Sawchak, who has a history of mental illness, was charged last week with second-degree attempted murder in the shooting of 34-year-old Davis Moturi. Moturi, who was gravely injured, lives next door to Sawchak in the 3500 block of Grand Avenue S.

In an online fundraiser, Caroline Moturi detailed how the harassment began when the family moved into their home next door in September 2023.

“What should have been the start of a wonderful chapter with my husband became a living nightmare,” she wrote. “Shortly after moving in, our neighbor began harassing us, threatening us, and stalking us. Despite multiple calls to the police for help, we were consistently informed nothing could be done. At one point, an officer who responded to our distress told us to ‘just move out.’ ”

Davis Moturi was hospitalized after being shot while outside his home in south Minneapolis. His neighbor has been charged with attempted murder. (With Permission from GoFundMe)
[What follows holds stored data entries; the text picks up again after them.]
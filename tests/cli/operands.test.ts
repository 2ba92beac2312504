import { writeFileSync } from 'node:fs';
import { join } from 'node:path';
import { describe, expect, it } from 'vitest';
import { withWorkplace } from '../support/railfit.js';

const PROBE = 'soil-moisture-probe.yaml';

const workplace = withWorkplace(['import', 'approved.csv']);

async function answerOf(...words: string[]): Promise<string> {
  const ran = await workplace().run(words);
  expect(ran.stderr).toBe('');
  expect(ran.exit).toBe(0);
  return ran.stdout;
}

interface Told {
  readonly code: string;
  readonly reason: string;
  readonly path?: string;
  readonly fix?: string;
}

async function problemsOf(...words: string[]): Promise<Told[]> {
  const ran = await workplace().run([...words, '--json']);
  expect(ran.exit).toBe(2);
  return (JSON.parse(ran.stdout) as { problems: Told[] }).problems;
}

describe('options', () => {
  it('are written with a blank or an equals sign, before or after the operand', async () => {
    const expected = await answerOf('demands', PROBE, '--gain', '7', '--temperature', '-40..85C');
    expect(expected).toContain('Temperature  -40 °C..85 °C');
    expect(await answerOf('demands', PROBE, '--gain=7', '--temperature=-40..85C')).toBe(expected);
    expect(await answerOf('demands', '--gain', '7', '--temperature', '-40..85C', PROBE)).toBe(expected);
    expect(await answerOf('demands', '--gain=7', PROBE, '--temperature', '-40..85C')).toBe(expected);
    // The typographic minus, as it is pasted from a datasheet.
    expect(await answerOf('demands', '--gain=7', PROBE, '--temperature', '−40..85C')).toBe(expected);
  });

  it('take values that start with a minus', async () => {
    const motor = 'vent-motor-control.yaml';
    expect(await answerOf('demands', motor, '--gain', '-3')).toBe(await answerOf('demands', motor, '--gain=-3'));
    expect(await answerOf('demands', 'thermistor-bridge.yaml', '--set', 'signal.differential=-180 mV..180 mV')).toBe(await answerOf('demands', 'thermistor-bridge.yaml'));
  });

  it('end at --: what follows is an operand, whatever it looks like', async () => {
    writeFileSync(join(workplace().folder, '--gain.yaml'), 'topology: follower\nsupply: 5 V\nsignal: {input: 1..4 V}\n');
    expect(await answerOf('demands', '--', PROBE)).toBe(await answerOf('demands', PROBE));
    expect(await answerOf('demands', '--supply', '6 V', '--', '--gain.yaml')).toContain('6 V single');
    expect((await workplace().run(['demands', '--', '--json'])).stderr).toContain('--json: no such file');
    // Behind an unknown option, too.
    const ran = await workplace().run(['demands', '--gian', '8', '--', PROBE]);
    expect(ran.stderr).toMatch(/^error\[C101\].*\n.*\n\n1 problem, nothing was run\. \(exit 2\)\n$/u);
  });

  it('describe a whole stage without a file', async () => {
    const text = await answerOf('demands', '--topology', 'follower', '--supply', '5 V', '--input', '1..4 V', '--frequency', '1 kHz', '--load', '10 kΩ to ground, 100 pF');
    expect(text).toContain('follower');
    expect(text).toContain('10 kΩ to ground, 100 pF');
  });

  it('have word forms for signs that are hard to type', async () => {
    expect(await answerOf('demands', PROBE, '--load', '10 kohm to ground, 100 pF', '--set', 'limits.supplyCurrent=90uA')).toBe(await answerOf('demands', PROBE));
  });
});

describe('what is wrong with a command line', () => {
  it('is told at once, in order, with the option nobody knows', async () => {
    const problems = await problemsOf('shortlist', '--supply', '4.2..3.0 V', '--load', '10M', '--topology', 'non-inverting', '--set', 'signal.amplitude=1 V', '--set', 'signal.center=1.5 V', '--gian', '8');
    expect(problems.map(({ code, path }) => [code, path])).toEqual([
      ['C101', '--gian'],
      ['Q007', '--supply'],
      ['Q002', '--load'],
      ['Q014', '--set signal.amplitude'],
    ]);
    expect(problems.map(({ fix }) => fix)).toEqual(['did you mean --gain?', '3.0..4.2 V', '10 MΩ, 10meg or 10 mΩ', expect.stringContaining('1 Vpk')]);
  });

  it('ends with how many there are and that nothing was run', async () => {
    const ran = await workplace().run(['demands', PROBE, '--gian', '8', '--set', 'foo', '--supply', '5']);
    expect(ran.stderr.trimEnd().split('\n').at(-1)).toBe('3 problems, nothing was run. (exit 2)');
    expect(ran.stdout).toBe('');
  });

  it.each<[string, readonly string[], string, string]>([
    ['a command', ['shortlsit', PROBE], 'C100', 'did you mean shortlist?'],
    ['an option', ['demands', PROBE, '--suply', '5 V'], 'C101', 'did you mean --supply?'],
    ['an option with its value behind =', ['demands', PROBE, '--suply=5 V'], 'C101', 'did you mean --supply?'],
    ['a part', ['explain', 'H0USE-01', PROBE], 'C108', 'did you mean HOUSE-01'],
    ['a part in small letters', ['explain', 'house-o1', PROBE], 'C108', 'did you mean HOUSE-01'],
    ['a figure', ['shortlist', PROBE, '--assume', 'HOUSE-03.ofsetDrift=3µV/K'], 'C107', 'offsetDrift'],
    ['a check', ['parts', '--failing', 'dc-eror', '--stage', PROBE], 'C104', 'did you mean dc-error?'],
    ['a field', ['demands', PROBE, '--set', 'limits.dcErr=2 mV'], 'S101', 'limits.dcError'],
    ['a topic', ['help', 'figrues'], 'C109', 'did you mean figures?'],
    ['a part, forgotten', ['explain', PROBE], 'C102', `railfit explain PART ${PROBE}`],
  ])('offers what is near to %s', async (_what, words, code, fix) => {
    const problems = await problemsOf(...words);
    expect(problems).toHaveLength(1);
    expect(problems[0]).toMatchObject({ code, fix: expect.stringContaining(fix) as unknown });
  });

  it('is never acted on by guessing', async () => {
    const ran = await workplace().run(['part', 'HOUSE-O1']);
    expect(ran).toMatchObject({ exit: 1, stdout: '' });
  });

  it('names a command line without a command', async () => {
    expect(await problemsOf('--bogus')).toEqual([expect.objectContaining({ code: 'C100', fix: expect.stringContaining('shortlist') as unknown })]);
  });
});

describe('standard input', () => {
  it('is read for - and for nothing else', async () => {
    const { stdout } = await workplace().run(['demands', PROBE]);
    const text = 'topology: follower\nsupply: 5 V\nsignal: {input: 1..4 V}\n';
    expect((await workplace().run(['demands', '-'], { input: text })).stdout).toContain('follower');
    expect((await workplace().run(['demands', PROBE], { input: text })).stdout).toBe(stdout);
    // Never asked, never waited for: input that stays open does not hold a command up.
    const child = workplace().start(['demands', PROBE]);
    expect(await new Promise((resolve) => child.on('close', resolve))).toBe(0);
  });

  it('is named in messages', async () => {
    const ran = await workplace().run(['demands', '-'], { input: 'topology: follower\nsupply: 5\n' });
    expect(ran.stderr).toContain('--> standard input line 2');
    const list = await workplace().run(['import', '-'], { input: 'id,status\nA,aproved\n' });
    expect(list.stderr).toContain('--> standard input line 2, row 2');
    expect(list.stderr).toContain('standard input was not imported');
  });

  it('ends an import at once when it is empty', async () => {
    expect((await workplace().run(['import', '-'], { input: '' })).exit).toBe(3);
    expect((await workplace().run(['import'], { input: '' })).exit).toBe(2);
  });
});
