import type { ReadList } from '../../src/intake/list.js';
import { readList } from '../../src/intake/read-list.js';
import type { Tier } from '../../src/parts/part.js';

/** A list that reads without error. */
export function list(lines: readonly string[], { tier = 'approved', file = 'list.csv' }: { tier?: Tier; file?: string } = {}): ReadList {
  const result = readList(new TextEncoder().encode(`${lines.join('\r\n')}\r\n`), { file, tier });
  if (!result.ok) throw new Error(result.problems.map(({ code, message }) => `${code} ${message}`).join('; '));
  return result;
}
On Wednesday, Moturi was shot once in the neck while pruning a tree near the property line. The bullet fractured his spine and broke two ribs.

Caroline Moturi detailed in the online fundraiser that the shooting left her husband with a concussion and blood accumulating in his lungs. He has since been released from the hospital.

“I can’t bring myself to think of where we would be had the angle of the bullet been slightly different,” she wrote. “My husband is alive with no thanks to the MPD or Mayor Frey.”

The previous week, Sawchak allegedly told Moturi, “Touch my tree again, and I will shoot you,” according to the criminal complaint.

For months, Moturi had called 911 and emailed police investigators about Sawchak’s repeated threats, including an instance earlier this month when Sawchak allegedly pointed a firearm at him.

In records provided to the Minnesota Star Tribune, Moturi once wrote to police: “We are living in hell.”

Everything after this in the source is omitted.